*** Opening Material for this task ***

// Reads a label PDF back for tests, without the code that wrote it: page sizes through pdf-lib's
// parser, the content streams tokenised here, the symbols' rectangles rasterised here and decoded
// by @zxing/library (an independent implementation of Code 128 and QR).
import { PDFArray, PDFDict, PDFDocument, PDFName, PDFRawStream, PDFRef, StandardFonts, decodePDFRawStream, type PDFFont } from 'pdf-lib';
import { BarcodeFormat, BinaryBitmap, Code128Reader, DecodeHintType, HybridBinarizer, QRCodeReader, RGBLuminanceSource } from '@zxing/library';

export interface Rect {
  x: number;
  y: number;
  width: number;
  height: number;
}

export interface TextRun {
  text: string;
  fontName: string;
  size: number;
  x: number;
  y: number;
  /** Advance width in points, measured with the standard font's metrics. */
  width: number;
}

export interface ParsedPage {
  width: number;
  height: number;
  /** Rectangles inside each marked-content block, by tag, one array per block. */
  symbols: { tag: string; rects: Rect[] }[];
  texts: TextRun[];
}

const tokenPattern = /<[0-9A-Fa-f]*>|\/[^\s/[\]<>()]+|\[|\]|[A-Za-z'"*]+|[-+]?(?:\d+\.?\d*|\.\d+)/g;

function streamBytes(doc: PDFDocument, ref: unknown): Uint8Array {
  const obj = ref instanceof PDFRef ? doc.context.lookup(ref) : ref;
  if (obj instanceof PDFRawStream) return decodePDFRawStream(obj).decode();
  throw new Error('Content stream of an unexpected kind.');
}

// WinAnsi differs from Latin-1 in 0x80–0x9F; these are the ones labels can contain.
const winAnsiHigh: Record<number, string> = { 0x80: '€', 0x85: '…', 0x91: '‘', 0x92: '’', 0x93: '“', 0x94: '”', 0x96: '–', 0x97: '—' };

const standardFonts = Object.values(StandardFonts) as string[];

/** Parses every page of a PDF into its size, marked symbols and text runs. */
export async function readLabelPdf(bytes: Uint8Array): Promise<ParsedPage[]> {
  const doc = await PDFDocument.load(bytes);
  const measure = await PDFDocument.create();
  const fontCache = new Map<string, PDFFont>();
  const fontFor = async (baseFont: string) => {
    if (!standardFonts.includes(baseFont)) throw new Error(`Unexpected font ${baseFont}`);
    const cached = fontCache.get(baseFont) ?? (await measure.embedFont(baseFont as StandardFonts));
    fontCache.set(baseFont, cached);
    return cached;
  };
  const pages: ParsedPage[] = [];
  for (const page of doc.getPages()) {
    const { width, height } = page.getSize();
    const fontDict = page.node.Resources()?.lookup(PDFName.of('Font'), PDFDict);
    const baseFontOf = (resource: string) => {
      const dict = fontDict?.lookup(PDFName.of(resource.slice(1)), PDFDict);
      const base = dict?.get(PDFName.of('BaseFont'));
      return base ? base.toString().slice(1) : '';
    };
    const contents = page.node.Contents();
    const streams = contents instanceof PDFArray ? contents.asArray() : [contents];
    const source = streams.map((s) => new TextDecoder('latin1').decode(streamBytes(doc, s))).join('\n');
    const tokens = source.match(tokenPattern) ?? [];

    const symbols: ParsedPage['symbols'] = [];
    const texts: TextRun[] = [];
    let operands: string[] = [];
    let current: { tag: string; rects: Rect[] } | null = null;
    let font = { name: '', size: 0 };
    let textAt = { x: 0, y: 0 };
    for (const token of tokens) {
      if (!/^[A-Za-z'"*]+$/.test(token)) {
        operands.push(token);
        continue;
      }
      const n = (i: number) => Number(operands[operands.length - i]);
      switch (token) {
        case 'BMC':
          current = { tag: (operands[operands.length - 1] ?? '').slice(1), rects: [] };
          symbols.push(current);
          break;
        case 'EMC':
          current = null;
          break;
        case 're':
          if (current) current.rects.push({ x: n(4), y: n(3), width: n(2), height: n(1) });
          break;
        case 'Tf':
          font = { name: baseFontOf(operands[operands.length - 2] ?? ''), size: n(1) };
          break;
        case 'Tm':
          textAt = { x: n(2), y: n(1) };
          break;
        case 'Tj': {
          const hex = (operands[operands.length - 1] ?? '<>').slice(1, -1);
          const bytes = Uint8Array.from(hex.match(/../g) ?? [], (h) => parseInt(h, 16));
          const text = Array.from(bytes, (b) => winAnsiHigh[b] ?? String.fromCharCode(b)).join('');
          const f = await fontFor(font.name);
          texts.push({ text, fontName: font.name, size: font.size, x: textAt.x, y: textAt.y, width: f.widthOfTextAtSize(text, font.size) });
          break;
        }
        default:
          break;
      }
      operands = [];
    }
    pages.push({ width, height, symbols, texts });
  }
  return pages;
}

/** The bounding box of some rectangles. */
export function boundsOf(rects: Rect[]): Rect {
  const x = Math.min(...rects.map((r) => r.x));
  const y = Math.min(...rects.map((r) => r.y));
  return { x, y, width: Math.max(...rects.map((r) => r.x + r.width)) - x, height: Math.max(...rects.map((r) => r.y + r.height)) - y };
}

/**
 * Paints black rectangles on white at `pxPerPt`, with a white margin of `marginPt` around their
 * bounds (the quiet zone a scanner needs), as 8-bit luminance rows (top row first).
 */
export function rasterise(rects: Rect[], pxPerPt: number, marginPt: number) {
  const box = boundsOf(rects);
  const width = Math.ceil((box.width + 2 * marginPt) * pxPerPt);
  const height = Math.ceil((box.height + 2 * marginPt) * pxPerPt);
  const pixels = new Uint8ClampedArray(width * height).fill(255);
  for (const r of rects) {
    const x0 = Math.round((r.x - box.x + marginPt) * pxPerPt);
    const x1 = Math.round((r.x + r.width - box.x + marginPt) * pxPerPt);
    // PDF y grows upwards; image rows grow downwards.
    const y0 = Math.round((box.y + box.height - (r.y + r.height) + marginPt) * pxPerPt);
    const y1 = Math.round((box.y + box.height - r.y + marginPt) * pxPerPt);
    for (let y = Math.max(0, y0); y < Math.min(height, y1); y += 1) pixels.fill(0, y * width + Math.max(0, x0), y * width + Math.min(width, x1));
  }
  return { pixels, width, height };
}

/** Decodes a Code 128 symbol drawn as rectangles. */
export function decodeCode128(rects: Rect[]): string {
  const narrowest = Math.min(...rects.map((r) => r.width));
  // Four pixels to the narrowest bar, ten modules of quiet zone.
  const image = rasterise(rects, 4 / narrowest, narrowest * 10);
  const bitmap = new BinaryBitmap(new HybridBinarizer(new RGBLuminanceSource(image.pixels, image.width, image.height)));
  const hints = new Map<DecodeHintType, unknown>([[DecodeHintType.TRY_HARDER, true]]);
  const result = new Code128Reader().decode(bitmap, hints);
  if (result.getBarcodeFormat() !== BarcodeFormat.CODE_128) throw new Error('Not Code 128');
  return result.getText();
}

/** Decodes a QR symbol drawn as rectangles (runs of dark modules). */
export function decodeQr(rects: Rect[]): string {
  const module = Math.min(...rects.map((r) => r.height));
  const image = rasterise(rects, 8 / module, module * 4);
  const bitmap = new BinaryBitmap(new HybridBinarizer(new RGBLuminanceSource(image.pixels, image.width, image.height)));
  return new QRCodeReader().decode(bitmap, new Map([[DecodeHintType.TRY_HARDER, true]])).getText();
}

*** Closing Material for this task ***

Work item →
All lines above that contain "streams" are required in the answer.

Exercise response →
// parser, the content streams tokenised here, the symbols' rectangles rasterised here and decoded
    const streams = contents instanceof PDFArray ? contents.asArray() : [contents];
    const source = streams.map((s) => new TextDecoder('latin1').decode(streamBytes(doc, s))).join('\n');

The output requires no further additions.